After the above functions, X,Y are the overall data set and label set, X_test,Y_test is the test data set and label set. Verify the use of data set and test set tf.keras Interface automatic division. In this way, the data set for deep learning has been built.

## Deep learning recognition classification

Generally speaking, the training process programming of deep learning neural network is complex, but we use tf.keras Advanced interface can be used to construct deep learning network model conveniently.

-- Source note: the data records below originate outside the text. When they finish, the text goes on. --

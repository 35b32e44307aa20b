// The layout rules DEVELOPERS.md states, checked over the source tree: no import circle under
// src, nothing under src/lib/server importing the UI folder, no source file over 400 lines but
// data, no `any` on database rows. Common practice (no published source): small acyclic modules.
import { readdirSync, readFileSync, statSync, existsSync } from 'node:fs';
import { dirname, join, relative, resolve } from 'node:path';
import { describe, expect, it } from 'vitest';

const root = resolve(import.meta.dirname, '../..');
const src = join(root, 'src');

function walk(dir: string): string[] {
	return readdirSync(dir).flatMap((n) => {
		const p = join(dir, n);
		return statSync(p).isDirectory() ? walk(p) : /\.(ts|svelte)$/.test(n) && !n.endsWith('.d.ts') ? [p] : [];
	});
}

const files = walk(src);
const rel = (p: string): string => relative(root, p);

/** An import specifier to a file under src, or null (a package, a virtual module, $app, ./$types). */
function resolveImport(from: string, spec: string): string | null {
	let base: string;
	if (spec.startsWith('$lib/') || spec === '$lib') base = join(src, 'lib', spec.slice(5));
	else if (spec.startsWith('.')) base = resolve(dirname(from), spec);
	else return null;
	for (const c of [base, `${base}.ts`, `${base}.js`, join(base, 'index.ts')])
		if (existsSync(c) && statSync(c).isFile()) return c;
	return null;
}

/** Imports that run (type-only imports vanish at build time and make no circle). */
function runtimeImports(file: string): string[] {
	const text = readFileSync(file, 'utf8');
	const out: string[] = [];
	const re =
		/(?:^|\n)\s*(import|export)\s+(type\s+)?([^'"]*?)\s*from\s*['"]([^'"]+)['"]|import\(\s*['"]([^'"]+)['"]\s*\)/g;
	for (const m of text.matchAll(re)) {
		const spec = m[4] ?? m[5];
		if (m[2]) continue;
		// `import { type A, type B } from` is type-only too.
		const names = m[3] ?? '';
		if (
			/^\{[^}]*\}$/.test(names.trim()) &&
			names
				.replace(/[{}\s]/g, '')
				.split(',')
				.filter(Boolean)
				.every((n) => n.startsWith('type'))
		)
			continue;
		const target = resolveImport(file, spec);
		if (target) out.push(target);
	}
	return out;
}

describe('the house rules of src', () => {
	it('has no import circle', () => {
		const graph = new Map(files.map((f) => [f, runtimeImports(f)]));
		const state = new Map<string, 'open' | 'done'>();
		const circles: string[] = [];
		const stack: string[] = [];
		const visit = (f: string): void => {
			state.set(f, 'open');
			stack.push(f);
			for (const t of graph.get(f) ?? []) {
				if (state.get(t) === 'open') circles.push([...stack.slice(stack.indexOf(t)), t].map(rel).join(' -> '));
				else if (!state.has(t)) visit(t);
			}
			stack.pop();
			state.set(f, 'done');
		};
		for (const f of files) if (!state.has(f)) visit(f);
		expect(circles).toEqual([]);
	});

	it('keeps src/lib/server out of src/lib/components', () => {
		const server = files.filter((f) => rel(f).startsWith('src/lib/server/'));
		const wrong = server.flatMap((f) => {
			const text = readFileSync(f, 'utf8');
			return /from\s+['"](\$lib\/components|(\.\.\/)+components)/.test(text) ? [rel(f)] : [];
		});
		expect(wrong).toEqual([]);
	});

	it('has no source file over 400 lines but data', () => {
		// Data, not logic: the starter library of crops and varieties.
		const data = new Set(['src/lib/server/starter-library.ts']);
		const long = files
			.map((f) => ({ f: rel(f), n: readFileSync(f, 'utf8').split('\n').length - 1 }))
			.filter((x) => x.n > 400 && !data.has(x.f));
		expect(long).toEqual([]);
	});

	it('types database rows instead of any', () => {
		const found = files.flatMap((f) =>
			readFileSync(f, 'utf8')
				.split('\n')
				.map((line, i) => ({ line, at: `${rel(f)}:${i + 1}` }))
				.filter(({ line }) => /\bas any\b|:\s*any\b|<any>/.test(line) && !line.trim().startsWith('//'))
				.map(({ at }) => at)
		);
		expect(found).toEqual([]);
	});
});
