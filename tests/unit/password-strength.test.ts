// New passwords are judged by zxcvbn-ts (an offline strength estimator with common-password and English
// dictionaries); under score 3 of 4 they are refused with its reason.
// Source: @zxcvbn-ts/core and @zxcvbn-ts/language-common / language-en (reference library from npm).
import { describe, expect, it } from 'vitest';
import { newPassword, weakPasswordReason } from '../../src/lib/schemas/password';

describe('new password strength', () => {
	const weak: [string, RegExp][] = [
		['          ', /only spaces/],
		['aaaaaaaaaa', /Repeated characters/],
		['password12', /commonly used password/],
		['qwertyuiop', /frequently used password/],
		['furrowcast1', /personal or page related/]
	];
	for (const [pw, reason] of weak) {
		it(`refuses ${JSON.stringify(pw)} and says why`, () => {
			const parsed = newPassword.safeParse(pw);
			expect(parsed.success).toBe(false);
			expect(parsed.error?.issues[0].message).toMatch(reason);
		});
	}

	it('keeps the length rules, with their own messages', () => {
		expect(newPassword.safeParse('short').error?.issues[0].message).toBe('Password must be at least 10 characters.');
		expect(newPassword.safeParse('x'.repeat(201)).error?.issues[0].message).toBe(
			'Password must be at most 200 characters.'
		);
	});

	it('accepts the demo password and a few unrelated words', () => {
		for (const pw of ['demo-harvest-2027', 'long-enough-pass', 'tractor violet ledger']) {
			expect(weakPasswordReason(pw)).toBeNull();
			expect(newPassword.safeParse(pw).success).toBe(true);
		}
	});
});
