// Numbers written as text, the way spreadsheets in different locales write them.
// Source: ECMA-402 Intl.NumberFormat (CLDR locale data) writes the reference texts below, so the
// separators checked are the ones real locales use, not ones we chose.
import { describe, expect, it } from 'vitest';
import fc from 'fast-check';
import { detectDecimal, markEvidence, parseNumberText } from '$lib/schemas/number-text';
import { numberField } from '$lib/schemas/common';

const locales = { 'en-US': '.', 'de-DE': ',', 'fr-FR': ',', 'en-IN': '.', 'de-CH': '.' } as const;

describe('a file written in one locale reads back as the numbers it shows', () => {
	for (const [locale, mark] of Object.entries(locales)) {
		it(`${locale}: the decimal mark is found from the file, every value reads back exactly`, () => {
			fc.assert(
				fc.property(fc.array(fc.integer({ min: 0, max: 99_999_999 }), { minLength: 1, maxLength: 30 }), (cents) => {
					const nf = new Intl.NumberFormat(locale, {
						minimumFractionDigits: 2,
						maximumFractionDigits: 2,
						useGrouping: true
					});
					const texts = [...cents.map((c) => nf.format(c / 100)), nf.format(1.5)];
					expect(detectDecimal(texts)).toBe(mark);
					texts.forEach((t, i) => {
						const want = i < cents.length ? cents[i] / 100 : 1.5;
						expect(parseNumberText(t, mark as '.' | ',')).toEqual({ kind: 'number', value: want });
					});
				}),
				{ numRuns: 50 }
			);
		});
	}
});

describe('single values', () => {
	it('reads what can be read only one way, and names both readings of what cannot', () => {
		expect(parseNumberText('1,500.00')).toEqual({ kind: 'number', value: 1500 });
		expect(parseNumberText('1.500,5')).toEqual({ kind: 'number', value: 1500.5 });
		expect(parseNumberText('1,5')).toEqual({ kind: 'number', value: 1.5 });
		expect(parseNumberText('0,500')).toEqual({ kind: 'number', value: 0.5 });
		expect(parseNumberText('1,000,000')).toEqual({ kind: 'number', value: 1_000_000 });
		expect(parseNumberText('$0.90')).toEqual({ kind: 'number', value: 0.9 });
		expect(parseNumberText('-$1,234.50')).toEqual({ kind: 'number', value: -1234.5 });
		expect(parseNumberText('1\u202f000')).toEqual({ kind: 'number', value: 1000 });
		expect(parseNumberText('1,000')).toEqual({ kind: 'ambiguous', readings: [1000, 1] });
		expect(parseNumberText('1.000')).toEqual({ kind: 'ambiguous', readings: [1, 1000] });
		expect(parseNumberText('1,000', '.')).toEqual({ kind: 'number', value: 1000 });
		expect(parseNumberText('1,000', ',')).toEqual({ kind: 'number', value: 1 });
		expect(parseNumberText('1,0000', '.')).toEqual({ kind: 'invalid' });
		expect(parseNumberText('12abc')).toEqual({ kind: 'invalid' });
		expect(markEvidence('1,895')).toBeNull();
		expect(detectDecimal(['1,895', '35.00'])).toBe('.');
		expect(detectDecimal(['1.5', '2,5'])).toBe('mixed');
		expect(detectDecimal(['1,000', '42'])).toBeNull();
	});

	it('a form field refuses "1,000" naming both readings, rather than storing 1', () => {
		const out = numberField('Seeds per packet', 1, 1e7).safeParse('1,000');
		expect(out.success).toBe(false);
		expect(out.error!.issues[0].message).toMatch(/could be 1,000 or 1/);
		expect(numberField('Length', 0, 1e4).parse('2,5')).toBe(2.5);
		expect(numberField('Length', 0, 1e4).parse('1,000.0')).toBe(1000);
	});
});
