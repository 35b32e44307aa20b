// The app's one date rule and one week rule (src/lib/schemas/common.ts), and week keys that
// always carry four-digit years, checked against date-fns as an outside reference.
import { describe, expect, it } from 'vitest';
import fc from 'fast-check';
import { getISOWeek, getISOWeekYear, getISOWeeksInYear, isValid, parse } from 'date-fns';
import { dateProblem, isoDate, isoWeekKey, isoWeekProblem, seasonDateProblem } from '$lib/schemas/common';
import { isoWeek, weekStart } from '$lib/planning/iso-week';

describe('one date rule', () => {
	it('takes real calendar dates in 1900–2200 and refuses the rest, naming the field', () => {
		for (const ok of ['1900-01-01', '2027-06-01', '2028-02-29', '2000-02-29', '2200-12-31'])
			expect(dateProblem('Field date', ok), ok).toBeNull();
		// Source: ISO 8601 / Gregorian calendar: 1900 and 2100 are not leap years, 2000 is.
		for (const bad of [
			'1900-02-29',
			'2100-02-29',
			'2027-02-29',
			'2027-04-31',
			'2027-13-01',
			'2027-00-10',
			'2027-06-00'
		])
			expect(dateProblem('Field date', bad), bad).toBe('Field date is not a real calendar date.');
		for (const far of ['0999-06-01', '0000-01-01', '0001-05-01', '1899-12-31', '2201-01-01', '9999-12-31'])
			expect(dateProblem('Field date', far), far).toBe('Field date must be between 1900 and 2200.');
		expect(dateProblem('Field date', '2027-6-1')).toBe('Field date must be a date (YYYY-MM-DD).');
		expect(isoDate('Date').safeParse('9999-12-31').success).toBe(false);
	});

	it('agrees with date-fns on which strings are real dates (any year 1900–2200)', () => {
		// Source: date-fns parse() with 'yyyy-MM-dd' and isValid(), a general-purpose reference library.
		fc.assert(
			fc.property(
				fc.integer({ min: 1900, max: 2200 }),
				fc.integer({ min: 0, max: 13 }),
				fc.integer({ min: 0, max: 32 }),
				(y, m, d) => {
					const s = `${y}-${String(m).padStart(2, '0')}-${String(d).padStart(2, '0')}`;
					const ref = isValid(parse(s, 'yyyy-MM-dd', new Date(2000, 0, 1)));
					expect(dateProblem('D', s) === null, s).toBe(ref);
				}
			),
			{ numRuns: 2000 }
		);
	});

	it("holds planting dates to the season's year ± 1", () => {
		expect(seasonDateProblem('Field date', '2026-11-01', 2027)).toBeNull();
		expect(seasonDateProblem('Field date', '2028-12-31', 2027)).toBeNull();
		expect(seasonDateProblem('Field date', '2029-01-01', 2027)).toMatch(/^Field date must be within 2026–2028/);
		expect(seasonDateProblem('Actual field date', '2025-12-31', 2027)).toMatch(/^Actual field date/);
	});
});

describe('one week rule', () => {
	it('takes existing ISO weeks in 1900–2200 only', () => {
		expect(isoWeekProblem('to', '2026-W53')).toBeNull(); // Source: 2026 has 53 ISO weeks (1 Jan 2026 is a Thursday).
		expect(isoWeekProblem('to', '2027-W53')).toMatch(/2027 has no ISO week 53/);
		expect(isoWeekProblem('to', '9999-W52')).toBe('to must be a week between 1900 and 2200.');
		expect(isoWeekProblem('to', '0999-W01')).toBe('to must be a week between 1900 and 2200.');
		expect(isoWeekProblem('to', '2027-W1')).toBe('to must be an ISO week like 2027-W24.');
		expect(isoWeekKey('from').safeParse('2027-w05').data).toBe('2027-W05');
	});

	it('counts the weeks of every year as date-fns does', () => {
		// Source: date-fns getISOWeeksInYear (ISO 8601 long years).
		for (let y = 1900; y <= 2200; y++) {
			const weeks = getISOWeeksInYear(new Date(y, 5, 15));
			expect(isoWeekProblem('w', `${y}-W${weeks}`), String(y)).toBeNull();
			if (weeks === 52) expect(isoWeekProblem('w', `${y}-W53`), String(y)).not.toBeNull();
		}
	});
});

describe('week keys always have four-digit years', () => {
	it('an early date gives "0999-W22", which parses back to its Monday', () => {
		// Source: date-fns getISOWeek / getISOWeekYear for 1 June 999 (proleptic Gregorian).
		const d = new Date(2000, 5, 1);
		d.setFullYear(999);
		const key = isoWeek('0999-06-01');
		expect(key).toBe(`0999-W${String(getISOWeek(d)).padStart(2, '0')}`);
		expect(getISOWeekYear(d)).toBe(999);
		expect(weekStart(key) <= '0999-06-01').toBe(true);
	});
});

First, we build the network structure, as shown in the following figure:

`# Building CNN model def buildModel(): newModel = tf.keras.models.Sequential([ tf.keras.layers.InputLayer(input_shape=(300, 1)), # The first convolution layer, four 21x1 convolution kernels tf.keras.layers.Conv1D(filters=4, kernel_size=21, strides=1, padding='SAME', activation='relu'), # The first pooling layer, the maximum pooling, four 3x1 convolution kernels, step size 2 tf.keras.layers.MaxPool1D(pool_size=3, strides=2, padding='SAME'), # The second convolution layer, 16 convolution kernels of 23x1 tf.keras.layers.Conv1D(filters=16, kernel_size=23, strides=1, padding='SAME', activation='relu'), # The second pooling layer, maximum pooling, 4 3 x 1 convolution kernels, step size 2 tf.keras.layers.MaxPool1D(pool_size=3, strides=2, padding='SAME'), # The third convolution layer, 32 25x1 convolution kernels tf.keras.layers.Conv1D(filters=32, kernel_size=25, strides=1, padding='SAME', activation='relu'), # The third pooling layer, average pooling, 4 3x1 convolution kernels, step size 2 tf.keras.layers.AvgPool1D(pool_size=3, strides=2, padding='SAME'), # The fourth convolution layer, 64 27x1 convolution kernels tf.keras.layers.Conv1D(filters=64, kernel_size=27, strides=1, padding='SAME', activation='relu'), # Flat layer, convenient for full connection layer processing tf.keras.layers.Flatten(), # Full connection layer, 128 nodes tf.keras.layers.Dense(128, activation='relu'), # Dropout layer, dropout = 0.2 tf.keras.layers.Dropout(rate=0.2), # Full connection layer, 5 nodes tf.keras.layers.Dense(5, activation='softmax') ]) return newModel`

Then use model.compile() construction; model.fit() after 30 rounds of training, the batch size was 128, the proportion of validation set was 0.3, and the callback was set to save the training records; model.save() save the model; model.predict_classes() prediction. The complete code can be viewed from my GitHub warehouse, and the address is in article (1).

`def main(): # 10. Y is all data sets and label sets # X_test,Y_test is the split test set and label set X, Y, X_test, Y_test = loadData() if os.path.exists(model_path): # Import the trained model model = tf.keras.models.load_model(filepath=model_path) else: # Building CNN model model = buildModel() model.compile(optimizer='adam', loss='sparse_categorical_crossentropy', metrics=['accuracy']) model.summary() # Defining TensorBoard objects tensorboard_callback = tf.keras.callbacks.TensorBoard(log_dir=log_dir, histogram_freq=1) # Training and verification model.fit(X, Y, epochs=30, batch_size=128, validation_split=RATIO, callbacks=[tensorboard_callback]) model.save(filepath=model_path) # forecast Y_pred = model.predict_classes(X_test)`

At this point, the recognition rate of ECG signal is about 99%.